▶ _WORK ITEM_
Reprint the full listing exactly.

▶ _EXERCISE DATA_

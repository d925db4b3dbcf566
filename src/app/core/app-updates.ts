import { Injectable, InjectionToken, inject, signal } from '@angular/core';
import { takeUntilDestroyed } from '@angular/core/rxjs-interop';
import { SwUpdate, type VersionReadyEvent } from '@angular/service-worker';
import { filter } from 'rxjs';

/** Reloads the page; a token so specs can watch instead of reloading. */
export const RELOAD_PAGE = new InjectionToken<() => void>('RELOAD_PAGE', {
  providedIn: 'root',
  factory: () => () => globalThis.location.reload(),
});

/**
 * Offers a new version of Dwell once the service worker has it ready. It never swaps by itself:
 * the person chooses the moment, so nobody loses their place in a bag.
 */
@Injectable({ providedIn: 'root' })
export class AppUpdates {
  private readonly reloadPage = inject(RELOAD_PAGE);
  private readonly ready = signal(false);

  /** True when a new version is downloaded and waits for a reload. */
  readonly updateReady = this.ready.asReadonly();

  constructor() {
    // Absent where the app runs without a service worker at all (unit tests, some embedded browsers).
    const updates = inject(SwUpdate, { optional: true });
    if (!updates?.isEnabled) return;
    updates.versionUpdates
      .pipe(
        filter((event): event is VersionReadyEvent => event.type === 'VERSION_READY'),
        takeUntilDestroyed(),
      )
      .subscribe(() => this.ready.set(true));
  }

  /** Switches to the new version now. */
  useNewVersion(): void {
    this.reloadPage();
  }
}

▶ _REPLY_
repository d925db4b3dbcf566
filename src/app/core/app-updates.ts
import { Injectable, InjectionToken, inject, signal } from '@angular/core';
import { takeUntilDestroyed } from '@angular/core/rxjs-interop';
import { SwUpdate, type VersionReadyEvent } from '@angular/service-worker';
import { filter } from 'rxjs';

/** Reloads the page; a token so specs can watch instead of reloading. */
export const RELOAD_PAGE = new InjectionToken<() => void>('RELOAD_PAGE', {
  providedIn: 'root',
  factory: () => () => globalThis.location.reload(),
});

/**
 * Offers a new version of Dwell once the service worker has it ready. It never swaps by itself:
 * the person chooses the moment, so nobody loses their place in a bag.
 */
@Injectable({ providedIn: 'root' })
export class AppUpdates {
  private readonly reloadPage = inject(RELOAD_PAGE);
  private readonly ready = signal(false);

  /** True when a new version is downloaded and waits for a reload. */
  readonly updateReady = this.ready.asReadonly();

  constructor() {
    // Absent where the app runs without a service worker at all (unit tests, some embedded browsers).
    const updates = inject(SwUpdate, { optional: true });
    if (!updates?.isEnabled) return;
    updates.versionUpdates
      .pipe(
        filter((event): event is VersionReadyEvent => event.type === 'VERSION_READY'),
        takeUntilDestroyed(),
      )
      .subscribe(() => this.ready.set(true));
  }

  /** Switches to the new version now. */
  useNewVersion(): void {
    this.reloadPage();
  }
}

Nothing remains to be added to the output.